Orthasterias is a genus of sea stars in the family Asteriidae. Orthasterias koehleri, the rainbow star or red-banded sea star, is the only species in the genus. It is found in the North Pacific Ocean.

== Description ==
The rainbow star is a large starfish, growing to a diameter of about 50 cm with an arm length of 21 cm. It usually has five slender tapering arms and the aboral (upper) surface is pink or red with irregular patches or bands of darker red, orange or grey. The surface is covered with sharp white or mauve spines, each surrounded by a ring of pedicellariae, tiny pincer-like organs.

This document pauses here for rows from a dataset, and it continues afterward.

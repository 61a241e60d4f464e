/**
 * The in-memory entry of the library (issue 18): a worklist given as CSV text, as rows
 * of objects (keys are the headers, in the order first seen) or as rows of arrays (the
 * first row the headers), recalculated exactly as a file would be. The data is written
 * as CSV to a private temporary file and read by the same reader, so nothing about
 * reading differs (decimal marks, non-detects, row numbers, messages); the file is
 * removed afterwards, and the result names the worklist `<name>.csv` (default
 * "worklist"), which writeOutputs then uses for the outputs' names.
 */
import { mkdtempSync, rmSync, writeFileSync } from 'node:fs';
import { tmpdir } from 'node:os';
import { join } from 'node:path';
import Papa from 'papaparse';
import { StopError } from './errors.js';
import { recalculate, type RecalcOptions, type RecalcResult } from './pipeline.js';
import { checkWorklistName } from './read/stdin.js';

export type Cell = string | number | boolean | null | undefined;
export type WorklistData = string | ReadonlyArray<Readonly<Record<string, Cell>>> | ReadonlyArray<ReadonlyArray<Cell>>;

export interface DataOptions extends RecalcOptions {
  /** The worklist's name, which the outputs take (`<name>.results.csv`). Default "worklist". */
  name?: string;
}

export async function recalculateData(data: WorklistData, options: DataOptions): Promise<RecalcResult> {
  const name = checkWorklistName(options.name ?? 'worklist');
  const folder = mkdtempSync(join(tmpdir(), 'phasebook-data-'));
  const path = join(folder, `${name}.csv`);
  try {
    writeFileSync(path, typeof data === 'string' ? data : toCsv(data), 'utf8');
    const result = await recalculate(path, options);
    return { ...result, worklist: { ...result.worklist, path: `${name}.csv` }, raw: { ...result.raw, source: `${name}.csv` } };
  } catch (err) {
    if (err instanceof StopError && err.location.file === path) throw new StopError(err.kind, err.message, { ...err.location, file: `${name}.csv` });
    throw err;
  } finally {
    rmSync(folder, { recursive: true, force: true });
  }
}

function toCsv(rows: Exclude<WorklistData, string>): string {
  if (rows.length === 0) throw new StopError('input', 'is empty, expected a header row and data rows', { file: '(rows given in memory)' });
  const text = (c: Cell) => (c === null || c === undefined ? '' : String(c));
  let table: string[][];
  if (Array.isArray(rows[0])) {
    table = (rows as ReadonlyArray<ReadonlyArray<Cell>>).map((r) => r.map(text));
  } else {
    const headers: string[] = [];
    const seen = new Set<string>();
    for (const r of rows as ReadonlyArray<Readonly<Record<string, Cell>>>) for (const k of Object.keys(r)) if (!seen.has(k)) (seen.add(k), headers.push(k));
    table = [headers, ...(rows as ReadonlyArray<Readonly<Record<string, Cell>>>).map((r) => headers.map((h) => text(r[h])))];
  }
  // Every cell quoted: the reader then keeps text as text (a leading "=" or spaces stay as given).
  return Papa.unparse(table, { quotes: true, newline: '\n' }) + '\n';
}
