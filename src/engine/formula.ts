import type { MathNode } from 'mathjs';
import { argumentCountProblem, emptinessTest, formulaFunction, type Value } from '../formula-functions.js';
import { parseFormula } from './sandbox.js';

/**
 * Formula compilation: mathjs parses, we check the tree against an allow-list and
 * turn it into a tree of closures evaluated row by row over finished columns.
 * Nothing in a formula can define, load or evaluate code: only the node types
 * listed here and the functions of ../formula-functions.ts exist (DESIGN.md §3;
 * LIBRARY-NOTES.md §1).
 *
 * Values are numbers or text. NaN is "empty": arithmetic on it gives NaN, a
 * comparison with it gives NaN, a conditional on it gives NaN.
 */
export type { Value };
export type RowFn = (row: number) => Value;

/** What the evaluator can read while a formula runs. */
export interface EvalContext {
  number(name: string): Float64Array | undefined;
  text(name: string): readonly string[] | undefined;
  /** Row whose parent_id this row names (same analyte); −1 when none. */
  parentRow: Int32Array;
  /** Row this row is paired with for RPD (msd→ms, lcsd→lcs, dup→parent); −1 when none. */
  pairRow: Int32Array;
}

export type SymbolKind = 'number' | 'text';

export interface CompiledFormula {
  name: string;
  expr: string;
  node: MathNode;
  /** Column names this formula reads (own row or cross-row). */
  dependencies: string[];
  /** Bind to finished columns; the returned function computes one row. */
  bind(ctx: EvalContext): RowFn;
}

/** Why a formula was refused; the caller adds the method file and line. */
export class FormulaError extends Error {
  constructor(message: string) {
    super(message);
    this.name = 'FormulaError';
  }
}

export const MAX_DEPTH = 64;
export const MAX_NODES = 2000;
/** Longest formula text parsed (the node and depth limits only apply after parsing). */
export const MAX_EXPR_CHARS = 10_000;

/** Constants a formula may name. */
const CONSTANTS: Record<string, number> = { pi: Math.PI, e: Math.E, NaN: NaN };

const num = (v: Value): number => (typeof v === 'number' ? v : NaN);

const BINARY: Record<string, (x: Value, y: Value) => Value> = {
  add: (x, y) => num(x) + num(y),
  subtract: (x, y) => num(x) - num(y),
  multiply: (x, y) => num(x) * num(y),
  divide: (x, y) => num(x) / num(y),
  // An empty base empties the power, as every other operand does (JavaScript's NaN ** 0 is 1).
  pow: (x, y) => {
    const base = num(x);
    return Number.isNaN(base) ? NaN : base ** num(y);
  },
  equal: (x, y) => compare(x, y, (a, b) => a === b),
  unequal: (x, y) => compare(x, y, (a, b) => a !== b),
  smaller: (x, y) => compare(x, y, (a, b) => a < b),
  smallerEq: (x, y) => compare(x, y, (a, b) => a <= b),
  larger: (x, y) => compare(x, y, (a, b) => a > b),
  largerEq: (x, y) => compare(x, y, (a, b) => a >= b),
};

/**
 * Comparisons and truth follow mathjs, so a formula means what its language says
 * and what the workbook's spreadsheet translation computes (write/sheet-formula.ts):
 * a comparison with an empty number is false (!= is true), an empty number is false.
 * Text compares without case or surrounding spaces; text against a number is empty.
 */
function compare<T extends number | string>(x: Value, y: Value, test: (a: T, b: T) => boolean): number {
  if (typeof x === 'string' && typeof y === 'string') return test(x.trim().toLowerCase() as T, y.trim().toLowerCase() as T) ? 1 : 0;
  if (typeof x === 'string' || typeof y === 'string') return NaN;
  return test(x as T, y as T) ? 1 : 0;
}

function truth(v: Value): number {
  if (typeof v === 'string') return v.trim() === '' ? 0 : 1;
  return v !== 0 && !Number.isNaN(v) ? 1 : 0;
}

/**
 * Compile one formula. `symbols` says what each name a formula may use is
 * (an input field, a derived column, another formula column).
 */
export function compileFormula(
  def: { name: string; expr: string },
  symbols: ReadonlyMap<string, SymbolKind>,
): CompiledFormula {
  let node: MathNode;
  if (def.expr.length > MAX_EXPR_CHARS) {
    throw new FormulaError(`the formula is ${def.expr.length} characters long; expected at most ${MAX_EXPR_CHARS}`);
  }
  try {
    node = parseFormula(def.expr);
  } catch (err) {
    const msg = err instanceof RangeError ? 'the expression is nested too deeply' : firstLine((err as Error).message);
    throw new FormulaError(`cannot parse the formula: ${msg}`);
  }
  const deps = new Set<string>();
  let count = 0;
  const build = (n: MathNode, depth: number): ((ctx: EvalContext) => RowFn) => {
    if (++count > MAX_NODES) throw new FormulaError(`the formula has more than ${MAX_NODES} parts`);
    if (depth > MAX_DEPTH) throw new FormulaError(`the formula is nested more than ${MAX_DEPTH} levels deep`);
    const any = n as unknown as Record<string, unknown>;
    switch (n.type) {
      case 'ConstantNode': {
        const v = any.value;
        if (typeof v === 'number') return () => () => v;
        if (typeof v === 'string') return () => () => v;
        if (typeof v === 'boolean') return () => () => (v ? 1 : 0);
        throw new FormulaError(`constants of this kind are not allowed: ${JSON.stringify(v)}`);
      }
      case 'SymbolNode': {
        const name = any.name as string;
        // Own keys only: `name in CONSTANTS` would also find constructor, __proto__,
        // toString ... on Object.prototype and hand a function to the formula.
        if (Object.hasOwn(CONSTANTS, name)) {
          const c = CONSTANTS[name]!;
          return () => () => c;
        }
        const kind = symbols.get(name);
        if (!kind) {
          if (formulaFunction(name)) throw new FormulaError(`"${name}" is a function; call it with arguments`);
          throw new FormulaError(`unknown name "${name}"`);
        }
        deps.add(name);
        return (ctx) => columnReader(ctx, name, kind);
      }
      case 'ParenthesisNode':
        return build(any.content as MathNode, depth + 1);
      case 'ConditionalNode': {
        const c = build(any.condition as MathNode, depth + 1);
        const t = build(any.trueExpr as MathNode, depth + 1);
        const f = build(any.falseExpr as MathNode, depth + 1);
        return (ctx) => {
          const cf = c(ctx);
          const tf = t(ctx);
          const ff = f(ctx);
          return (row) => {
            return truth(cf(row)) ? tf(row) : ff(row);
          };
        };
      }
      case 'OperatorNode': {
        const fn = any.fn as string;
        const args = (any.args as MathNode[]).map((a) => build(a, depth + 1));
        if (args.length === 1) {
          const [a] = args as [(ctx: EvalContext) => RowFn];
          if (fn === 'unaryMinus') return (ctx) => { const af = a(ctx); return (r) => -num(af(r)); };
          if (fn === 'unaryPlus') return (ctx) => { const af = a(ctx); return (r) => num(af(r)); };
          if (fn === 'not') return (ctx) => { const af = a(ctx); return (r) => 1 - truth(af(r)); };
        }
        if (args.length === 2) {
          const [a, b] = args as [(ctx: EvalContext) => RowFn, (ctx: EvalContext) => RowFn];
          if (fn === 'and' || fn === 'or') {
            const isAnd = fn === 'and';
            return (ctx) => {
              const af = a(ctx);
              const bf = b(ctx);
              return (r) => {
                const x = truth(af(r));
                if (isAnd ? x === 0 : x === 1) return x;
                return truth(bf(r));
              };
            };
          }
          const op = BINARY[fn];
          if (op) return (ctx) => { const af = a(ctx); const bf = b(ctx); return (r) => op(af(r), bf(r)); };
        }
        // % is mathjs's percent or remainder: neither is a method's arithmetic, and there is no mod() to offer instead.
        const hint = any.op === '%' ? ' (write a percentage as /100)' : '';
        throw new FormulaError(`the operator "${String(any.op)}" is not allowed${hint}`);
      }
      case 'FunctionNode': {
        const fnNode = any.fn as MathNode;
        if (fnNode.type !== 'SymbolNode') throw new FormulaError('only named functions may be called');
        const name = (fnNode as unknown as { name: string }).name;
        const spec = formulaFunction(name);
        if (!spec) throw new FormulaError(`the function "${name}" is not allowed`);
        const argNodes = any.args as MathNode[];
        const countProblem = argumentCountProblem(name, spec, argNodes.length);
        if (countProblem) throw new FormulaError(countProblem);
        if (spec.crossRow) {
          const target = argNodes[0]!;
          const colName = target.type === 'SymbolNode' ? (target as unknown as { name: string }).name : undefined;
          const kind = colName ? symbols.get(colName) : undefined;
          if (!colName || !kind) throw new FormulaError(`${name}() takes the name of a column, got "${target.toString()}"`);
          deps.add(colName);
          const which = spec.crossRow;
          return (ctx) => {
            const links = which === 'parent' ? ctx.parentRow : ctx.pairRow;
            const read = columnReader(ctx, colName, kind);
            return (r) => {
              const other = links[r]!;
              return other < 0 ? NaN : read(other);
            };
          };
        }
        const args = argNodes.map((a) => build(a, depth + 1));
        const evaluate = spec.evaluate!;
        const rule = spec.empty;
        return (ctx) => {
          const fs = args.map((f) => f(ctx));
          const k = fs.length;
          // One argument list per call site, refilled for every row (no array per row).
          // Safe: arguments are evaluated before the call, and no function keeps the list.
          const argv: Value[] = new Array(k);
          // The function's rule for empty inputs, applied before it is asked (as its spreadsheet form does).
          const emptied = emptinessTest(rule, argv);
          return (r) => {
            for (let i = 0; i < k; i++) argv[i] = fs[i]!(r);
            return emptied() ? NaN : evaluate(argv);
          };
        };
      }
      default:
        throw new FormulaError(`${describeNode(n.type)} is not allowed in a formula`);
    }
  };
  const root = build(node, 0);
  return { name: def.name, expr: def.expr, node, dependencies: [...deps], bind: (ctx) => root(ctx) };
}

function columnReader(ctx: EvalContext, name: string, kind: SymbolKind): RowFn {
  if (kind === 'number') {
    const col = ctx.number(name);
    if (!col) return () => NaN;
    return (r) => col[r]!;
  }
  const col = ctx.text(name);
  if (!col) return () => '';
  return (r) => col[r] ?? '';
}

function describeNode(type: string): string {
  const words: Record<string, string> = {
    AssignmentNode: 'assignment (=)',
    FunctionAssignmentNode: 'defining a function',
    BlockNode: 'a block of several statements (; or newline)',
    AccessorNode: 'property or index access (. or [])',
    IndexNode: 'property or index access (. or [])',
    ObjectNode: 'an object literal ({})',
    ArrayNode: 'a matrix or list ([])',
    RangeNode: 'a range (:)',
    RelationalNode: 'a chained comparison (a < b < c)',
  };
  return words[type] ?? `a ${type}`;
}

function firstLine(text: string): string {
  return text.split('\n')[0]!.replace(/\.$/, '');
}
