/**
 * The functions a method's formulas may call: one entry per function, holding everything
 * phasebook knows of it (issue 17, point 2). The engine (engine/formula.ts) reads an entry to
 * check a call and compute it; the workbook writer (write/sheet-formula.ts) reads the same
 * entry to write the call as a live spreadsheet formula. So a function's argument count, its
 * value, its spreadsheet form and what it does with empty inputs are said once, here.
 *
 * An entry is:
 * - `args`: the fewest and the most arguments;
 * - `empty`: the rule for empty inputs (below), which the engine applies before `evaluate`
 *   and the spreadsheet form follows by testing those arguments' cells;
 * - `evaluate`: its value on the arguments' values (absent for a cross-row look-up, whose
 *   value is a cell of another row);
 * - `sheet`: its spreadsheet form, written with the translator's SheetKit (English function
 *   names; the kit keeps the empty-cell protection and the operator precedence right);
 * - `crossRow`: set for parent() and pair(), which take a column name, not a value.
 *
 * Empty: a number that is NaN, or a text that is blank. The chemistry itself lives in
 * chemistry/partition.ts with its sources.
 */
import { ACID_WORDS, BASE_WORDS, NEUTRAL_WORDS, distributionRatio, extractionEfficiency, parseAcidBase } from './chemistry/partition.js';

/** A value in a formula: a number (NaN is empty) or a text. */
export type Value = number | string;

/**
 * What empty arguments do to the result:
 * - `any`: an empty argument empties the result (NaN in, NaN out);
 * - `fallback`: the result is the first argument unless it is empty, then the second, so it is
 *   empty only when both are (`evaluate` says so itself);
 * - `positions`: an empty argument at one of these positions empties the result; the others may
 *   be empty with a meaning of their own, which `evaluate` and `sheet` give. `textAt(i)` is the
 *   text of argument i (at run time its value, when writing the sheet a text constant written in
 *   the formula), or undefined.
 */
export type EmptyRule =
  | { kind: 'any' }
  | { kind: 'fallback' }
  | { kind: 'positions'; positions: (textAt: (i: number) => string | undefined) => readonly number[] };

/**
 * The spreadsheet syntax a function's form is written with, handed over by the translator
 * (write/sheet-formula.ts), which owns the fragments `F`. Arguments are numbers unless said.
 */
export interface SheetKit<F> {
  /** A spreadsheet function call, e.g. `call('ABS', [x])`. */
  call(name: string, args: F[]): F;
  /** An arithmetic operator, parenthesised as the spreadsheet needs. */
  binary(op: '+' | '-' | '*' | '/' | '^', left: F, right: F): F;
  /** Unary minus. */
  neg(x: F): F;
  /** A number constant. */
  num(n: number): F;
  /** The in-formula empty value (an error value, which the whole formula's IFERROR shows as ""). */
  readonly empty: F;
  /** Argument i as a number (an empty cell reads as the in-formula empty, unless known to be filled). */
  arg(i: number): F;
  /** Every argument as a number, in order. */
  args(): F[];
  /** Build from arguments known to be filled: when any argument at `positions` is empty, the result is empty. */
  filled(positions: readonly number[], build: (kit: SheetKit<F>) => F): F;
  /** Choose on whether argument i is empty; `present` gets a kit that knows it is filled. */
  whether(i: number, choices: { empty: (kit: SheetKit<F>) => F; present: (kit: SheetKit<F>) => F }): F;
  /** Argument i as a number that may be empty, its own empty cells tested first (for a fallback). */
  maybeEmpty(i: number): F;
  /** The constant written as argument i, as text (a number as its digits), or undefined when argument i is not a constant. */
  textConstant(i: number): string | undefined;
  /** Whether argument i, read as text (trimmed, lower case), is one of `words`; a true/false fragment. */
  textIn(i: number, words: readonly string[]): F;
  /** A condition: `then` where it holds, else `otherwise`. */
  when(condition: F, then: F, otherwise: F): F;
  /** Refuse the translation with a reason (the column is then written as values). */
  refuse(reason: string): never;
}

export interface FormulaFunction {
  args: readonly [min: number, max: number];
  empty: EmptyRule;
  evaluate?: (a: readonly Value[]) => Value;
  sheet?: <F>(kit: SheetKit<F>) => F;
  crossRow?: 'parent' | 'pair';
}

const num = (v: Value): number => (typeof v === 'number' ? v : NaN);
const ANY: EmptyRule = { kind: 'any' };

/** Whether a value is empty: NaN, or a blank text. */
export function isEmptyValue(v: Value): boolean {
  return typeof v === 'number' ? Number.isNaN(v) : v.trim() === '';
}

/** A numeric argument is empty when it is not a number or is NaN (a text has no numeric value). */
const isEmptyNumber = (v: Value): boolean => typeof v !== 'number' || Number.isNaN(v);

/**
 * Spike recovery in percent: (found − background)/spike × 100.
 * US EPA SW-846 (Method 1312 §8.2.4 "%R = 100(Xs − Xu)/K"); background 0 for a blank spike or QC.
 * Multiplying before dividing keeps round numbers round (13·100/10 = 130 exactly).
 */
export function recoveryPct(found: number, spike: number, background: number): number {
  return ((found - background) * 100) / spike;
}

/** Relative percent difference |a − b| / ((a + b)/2) × 100 (US EPA SW-846 QA practice). */
export function rpdPct(a: number, b: number): number {
  return (Math.abs(a - b) * 200) / (a + b);
}

/** The acid/base word of a text, as partition.ts reads it; an unknown word is 'unknown'. */
function acidBaseOf(text: string | undefined): 'acid' | 'base' | 'neutral' | 'unknown' {
  return parseAcidBase(text ?? '') ?? 'unknown';
}

// Argument positions of the empty-input rules (made once: the engine asks per row).
const K_PH_PKA: readonly number[] = [0, 1, 2];
const K_ONLY: readonly number[] = [0];
const NONE: readonly number[] = [];

/** Excel's limit on a function's arguments (Excel specifications and limits: 255 arguments). */
const MAX_SHEET_ARGUMENTS = 255;

export const FORMULA_FUNCTIONS: Readonly<Record<string, FormulaFunction>> = {
  abs: { args: [1, 1], empty: ANY, evaluate: (a) => Math.abs(num(a[0]!)), sheet: (k) => k.call('ABS', k.args()) },
  sqrt: { args: [1, 1], empty: ANY, evaluate: (a) => Math.sqrt(num(a[0]!)), sheet: (k) => k.call('SQRT', k.args()) },
  exp: { args: [1, 1], empty: ANY, evaluate: (a) => Math.exp(num(a[0]!)), sheet: (k) => k.call('EXP', k.args()) },
  log: {
    args: [1, 2],
    empty: ANY,
    evaluate: (a) => (a.length === 2 ? Math.log(num(a[0]!)) / Math.log(num(a[1]!)) : Math.log(num(a[0]!))),
    sheet: (k) => {
      const a = k.args();
      return k.call(a.length === 1 ? 'LN' : 'LOG', a);
    },
  },
  log10: { args: [1, 1], empty: ANY, evaluate: (a) => Math.log10(num(a[0]!)), sheet: (k) => k.call('LOG10', k.args()) },
  pow: { args: [2, 2], empty: ANY, evaluate: (a) => num(a[0]!) ** num(a[1]!), sheet: (k) => k.call('POWER', k.args()) },
  min: { args: [1, MAX_SHEET_ARGUMENTS], empty: ANY, evaluate: (a) => Math.min(...a.map(num)), sheet: (k) => k.call('MIN', k.args()) },
  max: { args: [1, MAX_SHEET_ARGUMENTS], empty: ANY, evaluate: (a) => Math.max(...a.map(num)), sheet: (k) => k.call('MAX', k.args()) },
  // Half away from zero, as a spreadsheet's ROUND (JavaScript's Math.round goes half up).
  round: {
    args: [1, 2],
    empty: ANY,
    evaluate: (a) => {
      const x = num(a[0]!);
      const f = 10 ** (a.length === 2 ? num(a[1]!) : 0);
      return (Math.sign(x) * Math.round(Math.abs(x) * f)) / f;
    },
    sheet: (k) => {
      const a = k.args();
      return k.call('ROUND', a.length === 1 ? [a[0]!, k.num(0)] : a);
    },
  },
  // Towards −∞ and +∞ (floor(−1.5) = −2): INT does the same, ROUNDDOWN would not.
  floor: { args: [1, 1], empty: ANY, evaluate: (a) => Math.floor(num(a[0]!)), sheet: (k) => k.call('INT', k.args()) },
  ceil: { args: [1, 1], empty: ANY, evaluate: (a) => Math.ceil(num(a[0]!)), sheet: (k) => k.neg(k.call('INT', [k.neg(k.arg(0))])) },
  if_empty: {
    args: [2, 2],
    empty: { kind: 'fallback' },
    evaluate: (a) => (isEmptyValue(a[0]!) ? a[1]! : a[0]!),
    sheet: (k) => k.whether(0, { empty: (o) => o.maybeEmpty(1), present: (o) => o.arg(0) }),
  },
  /**
   * D = K for a neutral analyte; K/(1+10^(pH−pKa)) for an acid; K/(1+10^(pKa−pH)) for a base
   * (Harvey, Analytical Chemistry 2.0 §7.7; Harris, Quantitative Chemical Analysis; REFERENCES.md §1).
   * Empty without K; for an acid or a base, also without pH or pKa; empty for an unknown word.
   */
  distribution_ratio: {
    args: [4, 4],
    empty: { kind: 'positions', positions: (textAt) => (['acid', 'base'].includes(acidBaseOf(textAt(3))) ? K_PH_PKA : K_ONLY) },
    evaluate: (a) => {
      const acidBase = parseAcidBase(typeof a[3] === 'string' ? a[3] : '');
      return acidBase ? distributionRatio(num(a[0]!), num(a[1]!), num(a[2]!), acidBase) : NaN;
    },
    sheet: (k) => {
      const ionised = (acid: boolean) =>
        k.filled([0, 1, 2], (g) => {
          const [hi, lo] = acid ? [g.arg(1), g.arg(2)] : [g.arg(2), g.arg(1)];
          const exponent = g.binary('-', hi, lo);
          return g.binary('/', g.arg(0), g.binary('+', g.num(1), g.binary('^', g.num(10), exponent)));
        });
      const neutral = () => k.filled([0], (g) => g.arg(0));
      const written = k.textConstant(3);
      if (written !== undefined) {
        const word = acidBaseOf(written);
        if (word === 'unknown') k.refuse(`the acid_base value "${written}" is not acid, base or neutral`);
        return word === 'acid' ? ionised(true) : word === 'base' ? ionised(false) : neutral();
      }
      return k.when(k.textIn(3, ACID_WORDS), ionised(true), k.when(k.textIn(3, BASE_WORDS), ionised(false), k.when(k.textIn(3, NEUTRAL_WORDS), neutral(), k.empty)));
    },
  },
  /**
   * E = 1 − (V_aq/(V_aq + D·V_org))^n as a fraction (IUPAC Gold Book F02503; REFERENCES.md §1);
   * an empty D gives 1 (no partition coefficient: complete transfer assumed), whatever else is empty.
   */
  extraction_efficiency: {
    args: [4, 4],
    empty: { kind: 'positions', positions: () => NONE },
    evaluate: (a) => extractionEfficiency(num(a[0]!), num(a[1]!), num(a[2]!), num(a[3]!)),
    sheet: (k) =>
      k.whether(0, {
        empty: (o) => o.num(1),
        present: (o) =>
          o.filled([0, 1, 2, 3], (g) => {
            const aq = g.arg(1);
            const ratio = g.binary('/', aq, g.binary('+', aq, g.binary('*', g.arg(0), g.arg(2))));
            return g.binary('-', g.num(1), g.binary('^', ratio, g.arg(3)));
          }),
      }),
  },
  // %R = (found − background)/spike × 100 (EPA SW-846 8000D; REFERENCES.md §2).
  recovery_pct: {
    args: [3, 3],
    empty: ANY,
    evaluate: (a) => recoveryPct(num(a[0]!), num(a[1]!), num(a[2]!)),
    sheet: (k) => {
      const [found, spike, background] = k.args();
      return k.binary('*', k.binary('/', k.binary('-', found!, background!), spike!), k.num(100));
    },
  },
  // RPD = |a − b| / ((a + b)/2) × 100 (REFERENCES.md §2).
  rpd_pct: {
    args: [2, 2],
    empty: ANY,
    evaluate: (a) => rpdPct(num(a[0]!), num(a[1]!)),
    sheet: (k) => {
      const [a, b] = k.args();
      return k.binary('*', k.binary('/', k.call('ABS', [k.binary('-', a!, b!)]), k.binary('/', k.binary('+', a!, b!), k.num(2))), k.num(100));
    },
  },
  parent: { args: [1, 1], empty: ANY, crossRow: 'parent' },
  pair: { args: [1, 1], empty: ANY, crossRow: 'pair' },
};

/** The registry's entry for a name a formula calls; never an inherited property such as "constructor". */
export function formulaFunction(name: string): FormulaFunction | undefined {
  return Object.hasOwn(FORMULA_FUNCTIONS, name) ? FORMULA_FUNCTIONS[name] : undefined;
}

/** Why a call with `count` arguments is refused, or undefined when the count is right. */
export function argumentCountProblem(name: string, spec: FormulaFunction, count: number): string | undefined {
  const [min, max] = spec.args;
  if (count >= min && count <= max) return undefined;
  const want = min === max ? `${min}` : `${min} to ${max}`;
  return `${name}() takes ${want} argument${max === 1 ? '' : 's'}, got ${count}`;
}

/**
 * The engine's side of an empty-input rule, for one call site whose argument values are
 * refilled in `a` for every row: a test of whether they empty the result before `evaluate`
 * is asked (a fallback decides in `evaluate` itself).
 */
export function emptinessTest(rule: EmptyRule, a: readonly Value[]): () => boolean {
  if (rule.kind === 'fallback') return () => false;
  if (rule.kind === 'any') {
    return () => {
      for (let i = 0; i < a.length; i++) if (isEmptyNumber(a[i]!)) return true;
      return false;
    };
  }
  const textAt = (i: number): string | undefined => {
    const v = a[i];
    return typeof v === 'string' ? v : undefined;
  };
  return () => {
    for (const i of rule.positions(textAt)) if (isEmptyNumber(a[i]!)) return true;
    return false;
  };
}
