/**
 * Numbers for people to read (messages, printed tables, the report): `digits`
 * significant figures without trailing zeros, an exponent only for very small
 * or very large sizes. Display only: outputs that carry data stay unrounded.
 */
export function significant(x: number, digits: number): string {
  if (!Number.isFinite(x)) return String(x);
  const a = Math.abs(x);
  if (a !== 0 && (a < 1e-4 || a >= 1e9)) return Number(x.toPrecision(digits)).toExponential();
  return String(Number(x.toPrecision(digits)));
}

== Distribution and habitat ==
The rainbow star is found in northern parts of the Pacific Ocean with its range extending from California to Alaska at depths down to about 250 m. It also occurs in mid-ocean on knolls and seamounts. It is an uncommon species and is usually found on soft bottoms of mud or sand, or on kelp or rock surfaces.

== Biology ==
The rainbow star is a predator and feeds on a range of invertebrates including gastropod molluscs, limpets, bivalves, brachiopods, chitons, barnacles and tunicates. In Alaska, it especially favours the ribbed clam Humilaria kennerleyi. It can dig up clams buried in the substrate and force the valves apart with the suction provided by its tube feet. It then everts part of its stomach, thrusting a fold inside the bivalve and excreting digestive enzymes onto the tissues. When these have liquefied sufficiently, the stomach engulfs them and is returned to its normal position inside the starfish.

The rainbow star is sometimes attacked by a voracious predator, the morning sun star (Solaster dawsoni). It attempts to defend itself by winding its arms round the attacker and nipping it with its thousands of pedicellariae.